**What you have to do**
Report back every line in the data that includes the string "slong".
● ● ● ● ● ● ●
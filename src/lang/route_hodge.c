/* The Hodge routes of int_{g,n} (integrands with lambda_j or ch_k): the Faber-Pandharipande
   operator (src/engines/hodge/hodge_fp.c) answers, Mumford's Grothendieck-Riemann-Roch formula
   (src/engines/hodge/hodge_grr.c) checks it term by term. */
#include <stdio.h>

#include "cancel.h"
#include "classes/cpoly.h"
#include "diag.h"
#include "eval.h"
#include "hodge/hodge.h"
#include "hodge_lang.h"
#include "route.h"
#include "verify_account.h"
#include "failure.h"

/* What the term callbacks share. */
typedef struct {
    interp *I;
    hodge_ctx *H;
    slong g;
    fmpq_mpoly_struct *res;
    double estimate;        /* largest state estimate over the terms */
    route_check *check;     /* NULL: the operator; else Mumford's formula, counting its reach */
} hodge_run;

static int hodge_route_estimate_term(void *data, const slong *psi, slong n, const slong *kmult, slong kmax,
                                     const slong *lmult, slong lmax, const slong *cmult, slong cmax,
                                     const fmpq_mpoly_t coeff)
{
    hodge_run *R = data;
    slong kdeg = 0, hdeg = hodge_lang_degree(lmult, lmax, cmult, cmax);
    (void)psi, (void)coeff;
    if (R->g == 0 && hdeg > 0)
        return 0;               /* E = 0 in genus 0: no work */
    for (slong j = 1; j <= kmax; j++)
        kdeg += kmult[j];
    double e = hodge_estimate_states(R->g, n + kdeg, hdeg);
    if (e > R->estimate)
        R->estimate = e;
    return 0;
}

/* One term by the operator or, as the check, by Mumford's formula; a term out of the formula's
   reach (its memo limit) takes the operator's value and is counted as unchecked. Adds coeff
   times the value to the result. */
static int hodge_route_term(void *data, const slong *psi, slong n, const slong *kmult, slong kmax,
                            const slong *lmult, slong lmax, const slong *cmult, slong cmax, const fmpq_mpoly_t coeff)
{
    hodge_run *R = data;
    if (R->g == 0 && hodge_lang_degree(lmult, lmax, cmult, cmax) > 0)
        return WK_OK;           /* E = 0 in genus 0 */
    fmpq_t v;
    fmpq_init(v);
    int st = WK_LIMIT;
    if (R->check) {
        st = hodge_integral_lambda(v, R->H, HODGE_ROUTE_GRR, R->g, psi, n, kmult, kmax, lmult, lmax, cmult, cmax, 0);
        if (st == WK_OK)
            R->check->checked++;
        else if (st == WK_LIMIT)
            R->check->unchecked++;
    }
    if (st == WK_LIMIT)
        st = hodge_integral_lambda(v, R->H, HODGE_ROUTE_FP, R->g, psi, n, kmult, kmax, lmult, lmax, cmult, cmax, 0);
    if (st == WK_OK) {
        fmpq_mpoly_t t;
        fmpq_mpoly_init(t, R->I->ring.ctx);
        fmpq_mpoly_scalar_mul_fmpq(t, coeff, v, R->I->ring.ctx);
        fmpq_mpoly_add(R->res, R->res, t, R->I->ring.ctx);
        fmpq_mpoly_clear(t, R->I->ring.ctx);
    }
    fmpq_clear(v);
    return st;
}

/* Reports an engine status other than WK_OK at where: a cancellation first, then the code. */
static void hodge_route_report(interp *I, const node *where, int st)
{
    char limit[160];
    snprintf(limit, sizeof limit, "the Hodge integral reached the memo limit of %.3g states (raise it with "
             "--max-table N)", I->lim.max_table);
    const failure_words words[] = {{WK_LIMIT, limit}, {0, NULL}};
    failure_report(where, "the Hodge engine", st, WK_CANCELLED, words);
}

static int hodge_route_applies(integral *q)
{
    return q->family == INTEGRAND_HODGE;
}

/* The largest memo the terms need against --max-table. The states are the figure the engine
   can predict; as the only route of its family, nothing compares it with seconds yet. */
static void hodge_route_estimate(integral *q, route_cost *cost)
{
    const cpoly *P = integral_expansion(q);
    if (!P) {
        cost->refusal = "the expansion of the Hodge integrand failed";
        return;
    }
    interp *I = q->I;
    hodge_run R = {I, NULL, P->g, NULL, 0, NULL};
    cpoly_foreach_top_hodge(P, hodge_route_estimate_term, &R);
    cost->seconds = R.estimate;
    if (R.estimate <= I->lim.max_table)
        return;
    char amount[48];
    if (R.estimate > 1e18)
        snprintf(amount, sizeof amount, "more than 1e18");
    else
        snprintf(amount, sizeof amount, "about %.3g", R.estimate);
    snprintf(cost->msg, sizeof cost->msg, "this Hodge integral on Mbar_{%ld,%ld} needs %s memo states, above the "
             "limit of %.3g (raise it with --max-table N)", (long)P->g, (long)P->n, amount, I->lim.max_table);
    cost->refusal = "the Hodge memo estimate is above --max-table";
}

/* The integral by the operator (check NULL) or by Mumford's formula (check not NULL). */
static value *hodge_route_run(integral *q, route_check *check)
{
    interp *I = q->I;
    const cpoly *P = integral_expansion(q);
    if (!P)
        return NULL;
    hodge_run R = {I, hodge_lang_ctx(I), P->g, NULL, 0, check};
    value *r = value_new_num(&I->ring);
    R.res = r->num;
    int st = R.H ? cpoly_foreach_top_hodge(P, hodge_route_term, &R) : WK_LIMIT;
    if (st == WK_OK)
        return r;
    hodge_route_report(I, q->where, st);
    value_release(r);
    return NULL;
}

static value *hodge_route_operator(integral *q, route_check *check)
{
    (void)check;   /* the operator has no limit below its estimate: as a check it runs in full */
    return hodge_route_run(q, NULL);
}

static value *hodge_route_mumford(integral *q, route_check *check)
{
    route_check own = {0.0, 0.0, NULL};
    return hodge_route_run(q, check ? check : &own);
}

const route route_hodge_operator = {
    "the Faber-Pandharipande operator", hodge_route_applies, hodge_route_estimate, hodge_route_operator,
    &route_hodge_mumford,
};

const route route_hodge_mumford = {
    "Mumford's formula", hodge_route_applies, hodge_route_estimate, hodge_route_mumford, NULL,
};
● ● ● ● ● ● ●
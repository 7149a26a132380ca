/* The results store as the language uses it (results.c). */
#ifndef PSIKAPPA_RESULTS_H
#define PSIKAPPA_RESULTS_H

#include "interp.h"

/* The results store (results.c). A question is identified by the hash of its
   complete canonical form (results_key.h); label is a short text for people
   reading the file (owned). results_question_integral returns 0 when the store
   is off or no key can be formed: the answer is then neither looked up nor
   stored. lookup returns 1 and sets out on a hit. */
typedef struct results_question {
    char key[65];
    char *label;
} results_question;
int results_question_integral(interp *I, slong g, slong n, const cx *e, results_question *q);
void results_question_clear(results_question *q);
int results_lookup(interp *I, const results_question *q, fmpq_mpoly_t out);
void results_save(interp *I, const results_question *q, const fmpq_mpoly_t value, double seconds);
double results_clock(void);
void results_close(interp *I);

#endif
● ● ● ● ● ● ●
**Output of the task**
    slong g;
static int hodge_route_estimate_term(void *data, const slong *psi, slong n, const slong *kmult, slong kmax,
                                     const slong *lmult, slong lmax, const slong *cmult, slong cmax,
    slong kdeg = 0, hdeg = hodge_lang_degree(lmult, lmax, cmult, cmax);
    for (slong j = 1; j <= kmax; j++)
static int hodge_route_term(void *data, const slong *psi, slong n, const slong *kmult, slong kmax,
                            const slong *lmult, slong lmax, const slong *cmult, slong cmax, const fmpq_mpoly_t coeff)
int results_question_integral(interp *I, slong g, slong n, const cx *e, results_question *q);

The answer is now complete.